THE PROBLEM — Wherever the word "BoundaryPickerProps" occurs in the listing below, copy that whole line.
/---
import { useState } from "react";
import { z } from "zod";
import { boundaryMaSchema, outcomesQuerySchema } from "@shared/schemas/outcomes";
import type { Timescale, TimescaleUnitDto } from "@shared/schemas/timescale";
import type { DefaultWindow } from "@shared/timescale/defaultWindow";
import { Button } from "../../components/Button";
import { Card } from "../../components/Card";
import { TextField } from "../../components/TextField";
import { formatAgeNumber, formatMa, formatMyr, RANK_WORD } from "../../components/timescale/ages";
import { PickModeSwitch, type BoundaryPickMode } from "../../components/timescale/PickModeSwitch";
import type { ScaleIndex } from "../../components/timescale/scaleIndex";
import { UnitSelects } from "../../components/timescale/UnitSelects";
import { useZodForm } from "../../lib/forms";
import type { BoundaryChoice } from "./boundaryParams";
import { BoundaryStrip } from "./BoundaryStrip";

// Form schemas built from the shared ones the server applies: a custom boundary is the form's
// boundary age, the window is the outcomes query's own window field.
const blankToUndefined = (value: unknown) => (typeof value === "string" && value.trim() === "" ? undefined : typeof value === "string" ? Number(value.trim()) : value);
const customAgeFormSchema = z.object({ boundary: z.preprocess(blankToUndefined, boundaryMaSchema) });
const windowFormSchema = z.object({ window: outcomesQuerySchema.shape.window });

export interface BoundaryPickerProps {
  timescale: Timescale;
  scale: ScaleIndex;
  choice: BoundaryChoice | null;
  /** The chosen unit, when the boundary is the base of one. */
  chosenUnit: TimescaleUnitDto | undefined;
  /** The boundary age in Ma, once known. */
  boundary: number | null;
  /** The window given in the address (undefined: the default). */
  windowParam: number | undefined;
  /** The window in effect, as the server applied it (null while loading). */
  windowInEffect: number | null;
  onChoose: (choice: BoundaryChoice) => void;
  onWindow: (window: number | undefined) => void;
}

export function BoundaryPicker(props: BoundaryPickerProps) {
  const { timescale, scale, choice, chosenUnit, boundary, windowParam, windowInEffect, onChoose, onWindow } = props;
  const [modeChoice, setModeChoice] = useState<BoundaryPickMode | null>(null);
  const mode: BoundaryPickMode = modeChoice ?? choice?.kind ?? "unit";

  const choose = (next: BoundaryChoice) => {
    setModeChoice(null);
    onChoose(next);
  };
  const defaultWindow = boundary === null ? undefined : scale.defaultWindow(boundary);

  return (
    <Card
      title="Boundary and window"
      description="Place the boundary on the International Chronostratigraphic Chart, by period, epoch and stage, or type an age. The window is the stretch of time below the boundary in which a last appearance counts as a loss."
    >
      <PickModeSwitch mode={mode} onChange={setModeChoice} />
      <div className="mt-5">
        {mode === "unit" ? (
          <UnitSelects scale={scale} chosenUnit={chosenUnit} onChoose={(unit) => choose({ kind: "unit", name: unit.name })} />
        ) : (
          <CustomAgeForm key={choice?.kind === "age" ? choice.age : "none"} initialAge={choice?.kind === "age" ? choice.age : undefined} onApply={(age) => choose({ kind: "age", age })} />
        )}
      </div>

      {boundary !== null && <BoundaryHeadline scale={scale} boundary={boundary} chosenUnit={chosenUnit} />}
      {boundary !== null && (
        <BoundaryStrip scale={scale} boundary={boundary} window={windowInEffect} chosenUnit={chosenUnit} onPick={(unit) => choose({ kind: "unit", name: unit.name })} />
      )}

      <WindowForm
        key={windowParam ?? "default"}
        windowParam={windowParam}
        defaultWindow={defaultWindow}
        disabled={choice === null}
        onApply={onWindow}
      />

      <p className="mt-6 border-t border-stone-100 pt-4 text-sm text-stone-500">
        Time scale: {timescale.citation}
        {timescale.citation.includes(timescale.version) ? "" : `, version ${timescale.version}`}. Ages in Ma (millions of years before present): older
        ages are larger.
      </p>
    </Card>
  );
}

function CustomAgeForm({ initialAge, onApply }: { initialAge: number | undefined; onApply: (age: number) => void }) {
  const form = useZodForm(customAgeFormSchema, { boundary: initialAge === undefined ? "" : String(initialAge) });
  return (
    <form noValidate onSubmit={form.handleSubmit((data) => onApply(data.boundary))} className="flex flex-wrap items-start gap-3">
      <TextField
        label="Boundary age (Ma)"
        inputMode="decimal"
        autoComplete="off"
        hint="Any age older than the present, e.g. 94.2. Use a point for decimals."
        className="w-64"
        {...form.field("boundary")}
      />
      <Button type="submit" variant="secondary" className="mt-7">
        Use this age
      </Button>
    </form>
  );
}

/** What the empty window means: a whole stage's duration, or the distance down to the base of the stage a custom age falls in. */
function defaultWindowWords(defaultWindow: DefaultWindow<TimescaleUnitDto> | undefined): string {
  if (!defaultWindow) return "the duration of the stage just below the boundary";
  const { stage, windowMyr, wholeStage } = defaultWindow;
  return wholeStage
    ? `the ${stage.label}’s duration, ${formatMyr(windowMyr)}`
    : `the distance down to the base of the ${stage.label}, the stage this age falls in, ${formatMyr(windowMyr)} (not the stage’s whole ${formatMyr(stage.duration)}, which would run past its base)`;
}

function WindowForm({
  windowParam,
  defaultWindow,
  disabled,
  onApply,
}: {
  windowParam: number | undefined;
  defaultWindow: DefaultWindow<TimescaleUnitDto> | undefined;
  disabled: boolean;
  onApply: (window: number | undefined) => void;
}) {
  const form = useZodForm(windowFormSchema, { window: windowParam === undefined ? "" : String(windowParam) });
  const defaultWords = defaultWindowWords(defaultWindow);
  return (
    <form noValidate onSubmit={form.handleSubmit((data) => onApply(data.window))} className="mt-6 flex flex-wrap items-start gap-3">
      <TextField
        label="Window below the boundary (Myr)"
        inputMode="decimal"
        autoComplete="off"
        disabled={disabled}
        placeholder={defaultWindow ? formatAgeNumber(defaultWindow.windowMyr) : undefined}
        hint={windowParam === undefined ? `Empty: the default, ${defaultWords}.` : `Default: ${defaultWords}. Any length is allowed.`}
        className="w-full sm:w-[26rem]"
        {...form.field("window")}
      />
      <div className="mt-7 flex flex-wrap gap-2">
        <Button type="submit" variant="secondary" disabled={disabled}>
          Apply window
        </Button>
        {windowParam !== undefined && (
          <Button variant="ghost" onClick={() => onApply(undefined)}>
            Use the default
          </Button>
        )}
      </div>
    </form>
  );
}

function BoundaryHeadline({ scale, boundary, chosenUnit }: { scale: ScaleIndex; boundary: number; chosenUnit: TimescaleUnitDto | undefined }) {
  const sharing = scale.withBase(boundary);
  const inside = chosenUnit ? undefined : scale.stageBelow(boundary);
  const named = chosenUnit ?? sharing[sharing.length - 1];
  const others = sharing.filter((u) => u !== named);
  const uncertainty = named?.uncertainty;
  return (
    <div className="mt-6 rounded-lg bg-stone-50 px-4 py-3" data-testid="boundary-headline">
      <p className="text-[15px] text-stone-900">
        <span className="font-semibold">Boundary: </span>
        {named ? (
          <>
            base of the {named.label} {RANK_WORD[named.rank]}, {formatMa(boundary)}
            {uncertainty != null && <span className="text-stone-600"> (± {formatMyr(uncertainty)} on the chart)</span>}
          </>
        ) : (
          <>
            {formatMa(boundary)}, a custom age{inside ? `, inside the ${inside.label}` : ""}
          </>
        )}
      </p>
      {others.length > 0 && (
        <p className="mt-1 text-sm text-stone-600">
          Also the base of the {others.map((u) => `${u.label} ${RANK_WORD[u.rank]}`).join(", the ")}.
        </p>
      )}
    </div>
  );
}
\---
WRITTEN ANSWER —
export interface BoundaryPickerProps {
export function BoundaryPicker(props: BoundaryPickerProps) {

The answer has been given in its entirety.